Material provided START

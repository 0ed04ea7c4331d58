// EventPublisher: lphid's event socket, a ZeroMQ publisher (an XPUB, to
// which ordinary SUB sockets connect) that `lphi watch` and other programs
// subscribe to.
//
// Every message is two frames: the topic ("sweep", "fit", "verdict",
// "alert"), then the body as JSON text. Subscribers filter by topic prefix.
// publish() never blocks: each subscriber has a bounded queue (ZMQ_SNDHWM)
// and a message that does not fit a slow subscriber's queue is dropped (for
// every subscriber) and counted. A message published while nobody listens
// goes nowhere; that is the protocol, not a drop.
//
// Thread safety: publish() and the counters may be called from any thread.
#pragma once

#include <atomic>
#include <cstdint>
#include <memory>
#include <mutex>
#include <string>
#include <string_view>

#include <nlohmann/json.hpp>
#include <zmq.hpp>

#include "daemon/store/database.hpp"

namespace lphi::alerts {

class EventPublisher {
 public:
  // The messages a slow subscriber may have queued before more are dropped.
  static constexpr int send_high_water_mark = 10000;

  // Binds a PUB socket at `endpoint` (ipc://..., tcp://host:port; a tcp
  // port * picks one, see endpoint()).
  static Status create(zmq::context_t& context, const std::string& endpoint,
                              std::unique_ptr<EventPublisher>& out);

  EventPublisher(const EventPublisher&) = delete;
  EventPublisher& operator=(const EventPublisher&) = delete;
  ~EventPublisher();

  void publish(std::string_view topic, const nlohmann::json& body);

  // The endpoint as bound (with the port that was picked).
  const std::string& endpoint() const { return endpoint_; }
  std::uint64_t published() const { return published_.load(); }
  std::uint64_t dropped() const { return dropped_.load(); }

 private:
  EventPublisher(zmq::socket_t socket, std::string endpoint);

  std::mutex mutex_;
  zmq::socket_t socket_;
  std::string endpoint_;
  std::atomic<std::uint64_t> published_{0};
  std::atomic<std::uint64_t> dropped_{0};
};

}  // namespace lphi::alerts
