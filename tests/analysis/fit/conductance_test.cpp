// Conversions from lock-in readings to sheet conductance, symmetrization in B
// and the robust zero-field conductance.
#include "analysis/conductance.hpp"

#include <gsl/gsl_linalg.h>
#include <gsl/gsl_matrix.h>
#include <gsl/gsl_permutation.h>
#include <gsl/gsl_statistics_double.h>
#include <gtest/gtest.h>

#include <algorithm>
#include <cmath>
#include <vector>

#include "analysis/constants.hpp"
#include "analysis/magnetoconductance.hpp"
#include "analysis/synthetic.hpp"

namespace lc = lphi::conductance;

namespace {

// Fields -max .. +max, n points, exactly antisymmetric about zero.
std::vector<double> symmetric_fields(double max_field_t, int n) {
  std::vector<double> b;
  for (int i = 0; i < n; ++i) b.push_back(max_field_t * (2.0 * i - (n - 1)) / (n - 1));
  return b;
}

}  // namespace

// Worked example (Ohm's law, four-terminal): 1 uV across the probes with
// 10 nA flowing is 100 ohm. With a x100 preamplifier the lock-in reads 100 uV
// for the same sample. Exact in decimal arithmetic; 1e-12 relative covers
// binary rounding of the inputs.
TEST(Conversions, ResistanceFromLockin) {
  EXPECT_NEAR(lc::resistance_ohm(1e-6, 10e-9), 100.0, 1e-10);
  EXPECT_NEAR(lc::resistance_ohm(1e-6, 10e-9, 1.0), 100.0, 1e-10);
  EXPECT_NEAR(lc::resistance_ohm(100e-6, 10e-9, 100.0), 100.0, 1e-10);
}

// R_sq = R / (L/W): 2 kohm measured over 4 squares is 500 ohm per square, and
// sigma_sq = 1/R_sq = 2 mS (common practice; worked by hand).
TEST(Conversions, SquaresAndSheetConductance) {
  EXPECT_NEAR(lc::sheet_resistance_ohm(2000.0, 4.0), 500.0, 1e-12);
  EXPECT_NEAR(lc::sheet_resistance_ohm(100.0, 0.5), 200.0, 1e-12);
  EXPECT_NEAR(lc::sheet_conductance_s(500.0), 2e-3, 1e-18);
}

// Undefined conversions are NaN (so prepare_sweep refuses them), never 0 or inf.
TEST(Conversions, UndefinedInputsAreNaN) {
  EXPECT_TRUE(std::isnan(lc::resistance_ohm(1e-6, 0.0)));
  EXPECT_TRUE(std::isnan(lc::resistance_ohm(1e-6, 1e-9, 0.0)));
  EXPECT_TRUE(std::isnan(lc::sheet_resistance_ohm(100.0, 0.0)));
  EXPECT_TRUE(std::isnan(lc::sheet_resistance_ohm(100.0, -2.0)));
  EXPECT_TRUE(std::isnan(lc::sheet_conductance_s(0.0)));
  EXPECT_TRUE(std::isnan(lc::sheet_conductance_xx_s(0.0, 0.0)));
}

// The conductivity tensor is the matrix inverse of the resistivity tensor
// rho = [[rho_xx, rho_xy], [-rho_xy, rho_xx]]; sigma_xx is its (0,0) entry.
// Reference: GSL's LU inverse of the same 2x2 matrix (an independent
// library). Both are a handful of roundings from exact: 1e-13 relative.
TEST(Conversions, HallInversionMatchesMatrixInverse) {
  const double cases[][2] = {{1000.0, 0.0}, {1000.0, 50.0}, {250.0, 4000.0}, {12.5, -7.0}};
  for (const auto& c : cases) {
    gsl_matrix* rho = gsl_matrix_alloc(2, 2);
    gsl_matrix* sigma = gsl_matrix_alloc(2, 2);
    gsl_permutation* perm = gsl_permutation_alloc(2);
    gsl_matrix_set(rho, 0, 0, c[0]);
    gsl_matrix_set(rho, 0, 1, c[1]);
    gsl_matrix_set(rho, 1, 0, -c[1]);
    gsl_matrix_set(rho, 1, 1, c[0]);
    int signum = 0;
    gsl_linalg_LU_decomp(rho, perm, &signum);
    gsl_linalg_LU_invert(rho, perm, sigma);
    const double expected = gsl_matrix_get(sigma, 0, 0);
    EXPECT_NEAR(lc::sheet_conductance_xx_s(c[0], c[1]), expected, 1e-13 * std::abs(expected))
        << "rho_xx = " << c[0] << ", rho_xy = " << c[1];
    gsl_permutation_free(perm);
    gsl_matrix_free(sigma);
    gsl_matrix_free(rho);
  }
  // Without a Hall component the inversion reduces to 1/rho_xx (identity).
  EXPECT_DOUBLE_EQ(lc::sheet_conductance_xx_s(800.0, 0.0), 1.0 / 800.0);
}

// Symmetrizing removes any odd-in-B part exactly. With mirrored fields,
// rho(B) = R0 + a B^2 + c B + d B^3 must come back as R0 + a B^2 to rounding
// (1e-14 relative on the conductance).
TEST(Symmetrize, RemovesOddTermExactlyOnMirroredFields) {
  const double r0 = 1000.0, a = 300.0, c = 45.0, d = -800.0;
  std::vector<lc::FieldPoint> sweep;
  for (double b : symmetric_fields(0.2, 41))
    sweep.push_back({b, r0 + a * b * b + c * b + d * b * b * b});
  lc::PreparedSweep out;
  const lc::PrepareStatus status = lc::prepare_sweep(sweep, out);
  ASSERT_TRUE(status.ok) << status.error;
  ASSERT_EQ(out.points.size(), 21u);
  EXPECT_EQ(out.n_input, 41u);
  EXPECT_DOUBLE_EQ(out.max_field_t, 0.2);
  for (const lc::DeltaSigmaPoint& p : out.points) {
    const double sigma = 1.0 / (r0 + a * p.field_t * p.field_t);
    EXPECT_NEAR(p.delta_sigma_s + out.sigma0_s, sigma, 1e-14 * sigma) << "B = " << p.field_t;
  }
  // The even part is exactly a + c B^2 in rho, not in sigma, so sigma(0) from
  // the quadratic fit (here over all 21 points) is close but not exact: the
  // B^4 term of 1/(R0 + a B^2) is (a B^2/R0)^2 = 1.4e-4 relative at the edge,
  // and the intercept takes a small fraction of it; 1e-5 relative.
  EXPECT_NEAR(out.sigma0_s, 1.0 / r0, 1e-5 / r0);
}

Material provided END

Work instructions:
Above this instruction are the records; retype exactly the lines from the one containing "gsl_matrix_set(rho, 1, 1, c[0]);" up to and including the one containing "gsl_matrix_free(sigma);".

Output for this exercise:
    gsl_matrix_set(rho, 1, 1, c[0]);
    int signum = 0;
    gsl_linalg_LU_decomp(rho, perm, &signum);
    gsl_linalg_LU_invert(rho, perm, sigma);
    const double expected = gsl_matrix_get(sigma, 0, 0);
    EXPECT_NEAR(lc::sheet_conductance_xx_s(c[0], c[1]), expected, 1e-13 * std::abs(expected))
        << "rho_xx = " << c[0] << ", rho_xy = " << c[1];
    gsl_permutation_free(perm);
    gsl_matrix_free(sigma);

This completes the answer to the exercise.